STUDY MATERIAL Block Start
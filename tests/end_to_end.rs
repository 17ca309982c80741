//! End-to-end: simulate runs with the real binary, analyse them, and hold
//! pairs.csv and channels.csv against the model's exact figures.

mod common;
use common::*;

/// Simulate with `edits` to the built-in model, analyse, compare.
fn simulate_and_analyse(w: &Workdir, edits: &[(&str, &str)]) -> Agreement {
    let model = w.model("model.toml", edits);
    w.ok(&[
        "simulate",
        "--quiet",
        "--out",
        "run",
        "--model",
        model.to_str().unwrap(),
    ]);
    w.ok(&["analyze", "--quiet", "run", "--out", "results"]);
    agreement(&w.path("run"), &w.path("results"))
}

fn assert_agrees(a: &Agreement) {
    assert!(a.strong > 0 && a.detected > a.strong, "{a:?}");
    assert!(
        a.strong_max_err <= 0.05,
        "strong pairs off by {:.4} dB: {a:?}",
        a.strong_max_err
    );
    // Every detected pair within 4.5 standard uncertainties (about 1 in 10^5 by chance).
    assert!(a.max_z <= 4.5, "{a:?}");
    // Statistics: a victim tone just below the limit may, with noise, pass it;
    // one 10 dB below passes it by chance about once in 500 pairs.
    assert!(
        a.weak_ok + a.weak / 200 >= a.weak,
        "pairs far below the limit must be floor-limited: {a:?}"
    );
    assert_eq!(
        a.bounded, a.bounded_ok,
        "a floor-limited bound must not exceed the truth: {a:?}"
    );
    assert_eq!(
        a.missed, 0,
        "pairs 10 dB above the limit must be detected: {a:?}"
    );
    assert!(a.floor_max_err <= 0.5, "{a:?}");
}

/// The built-in scenario: 24-bit integer WAVs, latency, ramps, hum, jitter,
/// harmonics on the drive, one noisy input with a ground loop.
#[test]
fn default_scenario_recovers_the_model() {
    let w = Workdir::new();
    let a = simulate_and_analyse(&w, &[]);
    assert!(
        a.bounded > 0,
        "the scenario should hold floor-limited pairs: {a:?}"
    );
    assert_agrees(&a);
    let header = csv_header(&w.path("results/pairs.csv"));
    assert_eq!(
        header[..6],
        [
            "frequency_hz",
            "aggressor",
            "victim",
            "separation_db",
            "victim_dbfs",
            "floor_limited"
        ]
    );
    assert_eq!(
        csv_header(&w.path("results/channels.csv"))[..2],
        ["channel", "noise_floor_dbfs"]
    );
}

/// An external generator 0.4 % off its dial, float WAVs, longer latency.
#[test]
fn generator_offset_and_float_wavs() {
    let w = Workdir::new();
    let a = simulate_and_analyse(
        &w,
        &[
            (
                "generator_offset_ppm = 0.0",
                "generator_offset_ppm = 4000.0",
            ),
            ("wav = \"int24\"", "wav = \"float32\""),
            ("latency_s = 0.040", "latency_s = 0.250"),
            (
                "preferred_hz = [125.0, 1000.0, 4000.0, 16000.0]",
                "preferred_hz = [315.0, 10000.0]",
            ),
        ],
    );
    assert_agrees(&a);
    // The tone frequency was estimated, not taken from the manifest.
    for row in read_csv(&w.path("results/pairs.csv")) {
        let ratio = num(&row, "tone_hz") / num(&row, "frequency_hz");
        assert!(
            (ratio - 1.004).abs() < 1e-6,
            "tone {} vs {}",
            row["tone_hz"],
            row["frequency_hz"]
        );
    }
}

/// A 16-bit converter in 16-bit WAVs, no idle capture (floors from the
/// victim captures), strong hum, long ramps.
#[test]
fn sixteen_bit_without_idle_capture() {
    let w = Workdir::new();
    let a = simulate_and_analyse(
        &w,
        &[
            ("bits = 24", "bits = 16"),
            ("wav = \"int24\"", "wav = \"int16\""),
            ("noise_dbfs = -118.0", "noise_dbfs = -96.0"),
            ("idle_samples = 65536", "idle_samples = 0"),
            ("ramp_s = 0.020", "ramp_s = 0.150"),
            (
                "levels_dbfs = [-128.0, -134.0, -140.0]",
                "levels_dbfs = [-100.0, -110.0, -115.0]",
            ),
            (
                "preferred_hz = [125.0, 1000.0, 4000.0, 16000.0]",
                "preferred_hz = [1000.0, 8000.0]",
            ),
        ],
    );
    assert!(
        a.weak > 0,
        "this run should hold pairs far below the limit: {a:?}"
    );
    assert_agrees(&a);
    for row in read_csv(&w.path("results/channels.csv")) {
        assert_eq!(row["floor_source"], "victim");
    }
}

/// The leakage matrix holds the same figures as pairs.csv, with an empty diagonal.
#[test]
fn leakage_matrix_matches_pairs() {
    let w = Workdir::new();
    let model = w.model(
        "m.toml",
        &[(
            "preferred_hz = [125.0, 1000.0, 4000.0, 16000.0]",
            "frequencies_hz = [997.0]\npreferred_hz = []",
        )],
    );
    w.ok(&[
        "simulate",
        "-q",
        "--out",
        "run",
        "--model",
        model.to_str().unwrap(),
    ]);
    w.ok(&["analyze", "-q", "run", "--out", "res"]);
    let matrix = read_csv(&w.path("res/leakage-997Hz.csv"));
    let pairs = read_csv(&w.path("res/pairs.csv"));
    assert_eq!(matrix.len(), 8);
    for row in &matrix {
        let a = &row["aggressor"];
        assert_eq!(row[a.as_str()], "", "diagonal must be empty");
        for v in 1..=8 {
            let v = v.to_string();
            if &v == a {
                continue;
            }
            let p = pairs
                .iter()
                .find(|p| &p["aggressor"] == a && p["victim"] == v)
                .unwrap();
            assert_eq!(row[&v], p["separation_db"]);
        }
    }
    let summary: serde_json::Value =
        serde_json::from_str(&std::fs::read_to_string(w.path("res/summary.json")).unwrap())
            .unwrap();
    assert_eq!(summary["run"]["front_end"]["serial"], "MVL-FE8-0117");
    assert_eq!(summary["worst_pairs"][0]["frequency_hz"], 997.0);
    let worst = pairs
        .iter()
        .map(|p| num(p, "separation_db"))
        .fold(f64::INFINITY, f64::min);
    assert!(
        (summary["worst_pairs"][0]["worst"]["separation_db"]
            .as_f64()
            .unwrap()
            - worst)
            .abs()
            < 1e-3
    );
}

/// The terminal summary shows the worst pairs, floors and the results folder.
#[test]
fn demo_prints_a_summary() {
    let w = Workdir::new();
    let out = w.ok(&["demo", "--out", "d"]);
    assert!(out.contains("Worst pair per test frequency"), "{out}");
    assert!(
        out.contains("Noise floor and dynamic range per channel"),
        "{out}"
    );
    assert!(w.path("d/results/pairs.csv").exists());
    assert!(w.path("d/run/run.json").exists());
    // A second demo into the same folder is refused, the first stays.
    let err = w.fails(&["demo", "--out", "d"]);
    assert!(err.contains("d: is not empty"), "{err}");
    assert!(w.path("d/results/pairs.csv").exists());
}
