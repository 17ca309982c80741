//! The fits against slower, obviously right versions on seeded random data:
//! a design matrix built with a libm call per sample and solved by Gaussian
//! elimination, and a frequency estimate held to the Cramér-Rao bound.

use rand::{Rng, SeedableRng};
use rand_distr::StandardNormal;
use septum::dsp::fit::{estimate_frequency, fit_tones, ToneModel};
use std::f64::consts::PI;

/// Least squares by the book: explicit columns, normal equations, Gaussian
/// elimination with partial pivoting.
#[allow(clippy::needless_range_loop)] // textbook normal equations and Gauss-Jordan, by index
fn naive_fit(x: &[f32], omega: f64, terms: usize) -> Vec<f64> {
    let len = x.len();
    let center = (len as f64 - 1.0) / 2.0;
    let p = 1 + 2 * terms;
    let column = |j: usize, n: usize| -> f64 {
        if j == 0 {
            return 1.0;
        }
        let k = ((j - 1) / 2 + 1) as f64;
        let a = k * omega * (n as f64 - center);
        if j % 2 == 1 {
            a.cos()
        } else {
            a.sin()
        }
    };
    let mut m = vec![vec![0.0; p + 1]; p];
    for n in 0..len {
        let row: Vec<f64> = (0..p).map(|j| column(j, n)).collect();
        for i in 0..p {
            for j in 0..p {
                m[i][j] += row[i] * row[j];
            }
            m[i][p] += row[i] * f64::from(x[n]);
        }
    }
    for c in 0..p {
        let piv = (c..p)
            .max_by(|a, b| m[*a][c].abs().total_cmp(&m[*b][c].abs()))
            .unwrap();
        m.swap(c, piv);
        for r in 0..p {
            if r != c {
                let f = m[r][c] / m[c][c];
                for k in c..=p {
                    m[r][k] -= f * m[c][k];
                }
            }
        }
    }
    (0..p).map(|i| m[i][p] / m[i][i]).collect()
}

#[test]
fn multi_channel_fit_matches_the_naive_solution() {
    let mut rng = rand::rngs::StdRng::seed_from_u64(9);
    for trial in 0..6 {
        let len = rng.random_range(3000..9000);
        let f = rng.random_range(20.0..20_000.0);
        let fs = 48_000.0;
        let omega = 2.0 * PI * f / fs;
        let channels: Vec<Vec<f32>> = (0..3)
            .map(|_| {
                let (a, ph, dc) = (
                    rng.random_range(1e-6..0.9),
                    rng.random_range(0.0..6.3),
                    rng.random_range(-0.01..0.01),
                );
                let h2 = rng.random_range(0.0..1e-3);
                (0..len)
                    .map(|n| {
                        let t = n as f64;
                        (dc + a * (omega * t + ph).cos()
                            + h2 * (2.0 * omega * t).sin()
                            + 1e-4 * rng.sample::<f64, _>(StandardNormal))
                            as f32
                    })
                    .collect()
            })
            .collect();
        let slices: Vec<&[f32]> = channels.iter().map(Vec::as_slice).collect();
        let model = ToneModel::new(f, fs, len, 5);
        let fits = fit_tones(&slices, &model).unwrap();
        for (c, fit) in fits.iter().enumerate() {
            let naive = naive_fit(&channels[c], omega, model.terms);
            let mut ours = vec![fit.dc];
            for k in 0..model.terms {
                ours.push(fit.cos[k]);
                ours.push(fit.sin[k]);
            }
            for (o, r) in ours.iter().zip(&naive) {
                assert!(
                    (o - r).abs() < 1e-9,
                    "trial {trial} channel {c}: {o} vs {r}"
                );
            }
        }
    }
}

/// Noise-free: the four-parameter fit finds the frequency to ~1e-10.
#[test]
fn frequency_estimate_is_exact_without_noise() {
    let fs = 48_000.0;
    for nominal in [31.5, 997.0, 6300.0, 19_000.0] {
        for offset in [-0.005, -0.0013, 0.0, 0.0042] {
            let f = nominal * (1.0 + offset);
            let x: Vec<f32> = (0..24_000)
                .map(|n| {
                    let a = 2.0 * PI * f * n as f64 / fs;
                    (0.5 * (a + 1.0).sin() + 0.01 * (2.0 * a).cos()) as f32
                })
                .collect();
            let est = estimate_frequency(&x, fs, nominal, 0.01, 5).unwrap();
            // f32 storage limits it to about 1e-8 relative.
            assert!(
                (est.freq_hz / f - 1.0).abs() < 1e-8,
                "{nominal}{offset:+}: {} vs {f}",
                est.freq_hz
            );
        }
    }
}

/// With noise the estimate stays within 4.5 standard deviations of the
/// Cramér-Rao bound var(f) = 12/((2π)²·η·L(L²−1)), η = A²/(2σ²) (Kay 1993,
/// Fundamentals of Statistical Signal Processing I, single real tone).
#[test]
fn frequency_estimate_reaches_the_bound() {
    let mut rng = rand::rngs::StdRng::seed_from_u64(41);
    let (fs, len, amp, sigma) = (48_000.0, 16_384usize, 0.1, 0.01);
    let eta = amp * amp / (2.0 * sigma * sigma);
    let l = len as f64;
    let crlb = (12.0 / ((2.0 * PI).powi(2) * eta * l * (l * l - 1.0))).sqrt() * fs;
    let mut sq = 0.0;
    let trials = 40;
    for _ in 0..trials {
        let f = 1000.0 * (1.0 + rng.random_range(-0.005..0.005));
        let ph: f64 = rng.random_range(0.0..6.3);
        let x: Vec<f32> = (0..len)
            .map(|n| {
                (amp * (2.0 * PI * f * n as f64 / fs + ph).cos()
                    + sigma * rng.sample::<f64, _>(StandardNormal)) as f32
            })
            .collect();
        let est = estimate_frequency(&x, fs, 1000.0, 0.01, 5).unwrap();
        let err = est.freq_hz - f;
        assert!(err.abs() < 4.5 * crlb, "error {err} Hz vs bound {crlb} Hz");
        sq += err * err;
    }
    let rms = (sq / trials as f64).sqrt();
    // Efficient within sampling error (harmonic terms cost a little).
    assert!(
        rms < 1.3 * crlb && rms > 0.6 * crlb,
        "rms error {rms} Hz vs bound {crlb} Hz"
    );
}
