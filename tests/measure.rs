//! `septum measure` on the simulated front end (cpal custom host): the
//! whole measuring path end to end, wrong patches, lost blocks, a killed
//! measurement resumed, and procedure validation.

mod common;
use common::*;
use std::path::Path;
use std::process::{Command, Stdio};
use std::time::{Duration, Instant};

/// A procedure for the built-in scenario, edited by `(old, new)` replacements.
fn procedure(w: &Workdir, name: &str, edits: &[(&str, &str)]) -> String {
    let mut text = std::fs::read_to_string(concat!(
        env!("CARGO_MANIFEST_DIR"),
        "/procedures/commissioning.toml"
    ))
    .unwrap();
    for (old, new) in edits {
        assert!(
            text.contains(old),
            "procedure edit target {old:?} not found"
        );
        text = text.replacen(old, new, 1);
    }
    std::fs::write(w.path(name), text).unwrap();
    name.to_string()
}

/// Two frequencies, shorter records: every pair of the matrix, quickly.
const SHORT: &[(&str, &str)] = &[
    (
        "preferred_hz = [125.0, 1000.0, 4000.0, 16000.0]",
        "preferred_hz = [1000.0, 16000.0]",
    ),
    (
        "record_samples = 65536     # steady",
        "record_samples = 32768     # steady",
    ),
    (
        "record_samples = 65536     # one",
        "record_samples = 32768     # one",
    ),
];

fn manifest(dir: &Path) -> serde_json::Value {
    serde_json::from_str(&std::fs::read_to_string(dir.join("run.json")).unwrap()).unwrap()
}

fn capture_files(dir: &Path) -> Vec<String> {
    manifest(dir)["captures"]
        .as_array()
        .unwrap()
        .iter()
        .map(|c| c["file"].as_str().unwrap().to_string())
        .collect()
}

#[test]
fn simulated_measure_recovers_the_model() {
    let w = Workdir::new();
    let p = procedure(&w, "p.toml", SHORT);
    w.ok(&[
        "measure",
        "--procedure",
        &p,
        "--out",
        "run",
        "--simulated",
        "--yes",
        "-q",
    ]);
    let m = manifest(&w.path("run"));
    assert_eq!(m["measure"]["complete"], true);
    assert_eq!(m["captures"].as_array().unwrap().len(), 17);
    assert_eq!(m["limits"]["min_separation_db"], 90.0);
    w.ok(&["analyze", "--quiet", "run", "--out", "results"]);
    let a = agreement(&w.path("run"), &w.path("results"));
    assert!(a.strong > 20 && a.detected > a.strong, "{a:?}");
    assert!(
        a.strong_max_err <= 0.05,
        "strong pairs off by {:.4} dB: {a:?}",
        a.strong_max_err
    );
    assert!(a.max_z <= 4.5, "{a:?}");
    assert_eq!(a.missed, 0, "{a:?}");
    assert_eq!(a.bounded, a.bounded_ok, "{a:?}");
    assert!(a.floor_max_err <= 0.5, "{a:?}");
}
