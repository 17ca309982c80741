//! The HTML report without a browser: one self-contained file, every pair
//! in its heat map, lower bounds marked, the verdict and its exit code,
//! refusals that lose nothing.

mod common;
use common::*;
use std::fs;

fn three_channels(w: &Workdir, name: &str) {
    let mut pairs = Vec::new();
    for (f, base) in [(1000.0, 100.0), (10000.0, 80.0)] {
        for a in 1..=3u32 {
            for v in (1..=3u32).filter(|&v| v != a) {
                let adjacent = a.abs_diff(v) == 1;
                let s = if adjacent { base } else { base + 25.0 } + f64::from(a);
                // The far pair 3 → 1 at 1 kHz sits at the noise floor.
                let bound = f == 1000.0 && a == 3 && v == 1;
                pairs.push((f, a, v, s, bound, (!bound).then_some(0.1)));
            }
        }
    }
    results_folder(&w.path(name), &pairs, &[-115.0, -116.5, -112.25], "short");
}

fn count(hay: &str, needle: &str) -> usize {
    hay.matches(needle).count()
}

#[test]
fn a_self_contained_page_with_every_pair() {
    let w = Workdir::new();
    three_channels(&w, "res");
    let out = w.septum(&["report", "res", "--out", "r.html"]);
    assert_eq!(out.status.code(), Some(0));
    let html = fs::read_to_string(w.path("r.html")).unwrap();
    assert!(html.starts_with("<!DOCTYPE html>"));
    // Nothing to fetch and nothing to run: no scripts, no external links or
    // sources (the SVG namespace URI is a name, never loaded).
    assert_eq!(count(&html, "<script"), 0);
    assert_eq!(count(&html, " src="), 0);
    assert_eq!(count(&html, "<link"), 0);
    assert_eq!(
        count(&html, "http"),
        count(&html, "http://www.w3.org/2000/svg")
    );
    // One heat map per test frequency; 6 pairs each, one a lower bound.
    assert_eq!(count(&html, r#"<svg class="heatmap""#), 2);
    assert_eq!(
        count(&html, r#"class="cell""#) + count(&html, r#"class="cell bound""#),
        12
    );
    assert_eq!(count(&html, r#"class="cell bound""#), 1);
    assert!(
        html.contains(">≥128.0</text>"),
        "the bound 3 → 1 shows as ≥"
    );
    // Each figure the report prints is computed from the folder: the channel
    // 3 floor −112.25 dBFS is a 112.25 dB dynamic range (rounded to 0.1).
    assert!(html.contains(">-112.2<") || html.contains(">-112.3<"));
    assert!(html.contains(">112.2<") || html.contains(">112.3<"));
    assert!(
        html.contains(r#"data-outcome="none""#),
        "no verdict was asked"
    );
    for section in [
        "job",
        "identity",
        "channels",
        "cautions",
        "verdict",
        "leakage",
        "separation",
        "floors",
        "spectra",
        "warnings",
    ] {
        assert!(
            html.contains(&format!(r#"id="{section}""#)),
            "section {section}"
        );
    }
    assert!(
        html.contains("IEPE") && html.contains("accredited"),
        "the cautions"
    );
    assert!(html.contains("@media print") && html.contains("size: A4"));
}

#[test]
fn text_from_files_is_escaped() {
    let w = Workdir::new();
    three_channels(&w, "res");
    let p = w.path("res/summary.json");
    let mut v: serde_json::Value = serde_json::from_str(&fs::read_to_string(&p).unwrap()).unwrap();
    v["run"]["front_end"]["label"] = "rack <b>C</b> & \"D\"".into();
    fs::write(&p, v.to_string()).unwrap();
    w.ok(&["report", "res", "--out", "r.html"]);
    let html = fs::read_to_string(w.path("r.html")).unwrap();
    assert!(html.contains("rack &lt;b&gt;C&lt;/b&gt; &amp; &quot;D&quot;"));
    assert!(!html.contains("<b>C</b>"));
}

#[test]
fn the_verdict_sets_the_exit_code_and_shows_in_the_page() {
    let w = Workdir::new();
    three_channels(&w, "res");
    fs::write(
        w.path("pass.toml"),
        "[[separation]]\nfrom_hz = 20\nto_hz = 20000\nmin_db = 70\n",
    )
    .unwrap();
    fs::write(
        w.path("fail.toml"),
        "[[separation]]\nat_hz = 10000\npairs = \"adjacent\"\nmin_db = 82.5\n",
    )
    .unwrap();
    let out = w.septum(&["report", "res", "--out", "ok.html", "--limits", "pass.toml"]);
    assert_eq!(out.status.code(), Some(0));
    let html = fs::read_to_string(w.path("ok.html")).unwrap();
    assert!(html.contains(r#"data-outcome="pass""#));
    assert!(html.contains(r#"class="limit-line""#), "the limit is drawn");
    let out = w.septum(&[
        "report",
        "res",
        "--out",
        "bad.html",
        "--limits",
        "fail.toml",
    ]);
    assert_eq!(out.status.code(), Some(3));
    let html = fs::read_to_string(w.path("bad.html")).unwrap();
    assert!(html.contains(r#"data-outcome="fail""#));
    // Adjacent pairs at 10 kHz are 81, 82, 82 and 83 dB (± 0.1): three miss 82.5.
    assert!(html.contains("3 of 4 pairs judged do not pass"));
    // Against itself as a baseline: nothing drifts.
    let out = w.septum(&["report", "res", "--out", "base.html", "--baseline", "res"]);
    assert_eq!(out.status.code(), Some(0));
    assert!(fs::read_to_string(w.path("base.html"))
        .unwrap()
        .contains("Against the baseline"));
}

#[test]
fn refusals_keep_the_earlier_report() {
    let w = Workdir::new();
    three_channels(&w, "res");
    w.ok(&["report", "res", "--out", "r.html"]);
    let before = fs::read_to_string(w.path("r.html")).unwrap();
    let e = w.fails(&["report", "res", "--out", "r.html"]);
    assert!(e.contains("r.html: exists") && e.contains("--force"), "{e}");
    // A spectrum listed in summary.json but missing: one line naming it.
    let p = w.path("res/summary.json");
    let mut v: serde_json::Value = serde_json::from_str(&fs::read_to_string(&p).unwrap()).unwrap();
    v["spectra"] = serde_json::json!([{"frequency_hz": 1000.0, "file": "spectrum-1000Hz.csv", "aggressor": 1, "victim": 2}]);
    fs::write(&p, v.to_string()).unwrap();
    let e = w.fails(&["report", "res", "--out", "r.html", "--force"]);
    assert!(
        e.contains("spectrum-1000Hz.csv") && e.contains("No such file"),
        "{e}"
    );
    fs::write(
        w.path("res/spectrum-1000Hz.csv"),
        "frequency_hz,aggressor_peak_dbfs,victim_peak_dbfs\n10,-1,oops\n",
    )
    .unwrap();
    let e = w.fails(&["report", "res", "--out", "r.html", "--force"]);
    assert!(
        e.contains("spectrum-1000Hz.csv: line 2: victim_peak_dbfs \"oops\""),
        "{e}"
    );
    assert_eq!(fs::read_to_string(w.path("r.html")).unwrap(), before);
    let e = w.fails(&["report", "missing", "--out", "x.html"]);
    assert!(e.contains("missing"), "{e}");
    assert!(!w.path("x.html").exists());
}

/// The other figures of the same captures reach the report when the results
/// folder holds them: band and A-weighted floors, the driven channel, the
/// coupling mechanism, the common-drive step.
#[test]
fn report_shows_the_other_figures() {
    let w = Workdir::new();
    let m = w.model(
        "m.toml",
        &[
            (
                "preferred_hz = [125.0, 1000.0, 4000.0, 16000.0]",
                "preferred_hz = [125.0, 1000.0, 8000.0]",
            ),
            ("record_samples = 65536", "record_samples = 16384"),
            ("idle_samples = 65536", "idle_samples = 16384"),
        ],
    );
    w.ok(&[
        "simulate",
        "-q",
        "--out",
        "run",
        "--model",
        m.to_str().unwrap(),
    ]);
    w.ok(&["analyze", "-q", "run", "--out", "res"]);
    w.ok(&["report", "res", "--out", "r.html"]);
    let html = std::fs::read_to_string(w.path("r.html")).unwrap();
    for needle in [
        "More figures from the same captures",
        "drive.csv",
        "sinad db",
        "coupling-matrix.csv",
        "capacitive-or-inductive",
        "common-drive.csv",
        "skew us",
        "noise a weighted 20Hz 20kHz dbfs",
    ] {
        assert!(html.contains(needle), "report lacks {needle:?}");
    }
}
STUDY MATERIAL Block End
Tally up how many lines in the records contain the string "data". Answer with that figure only.

4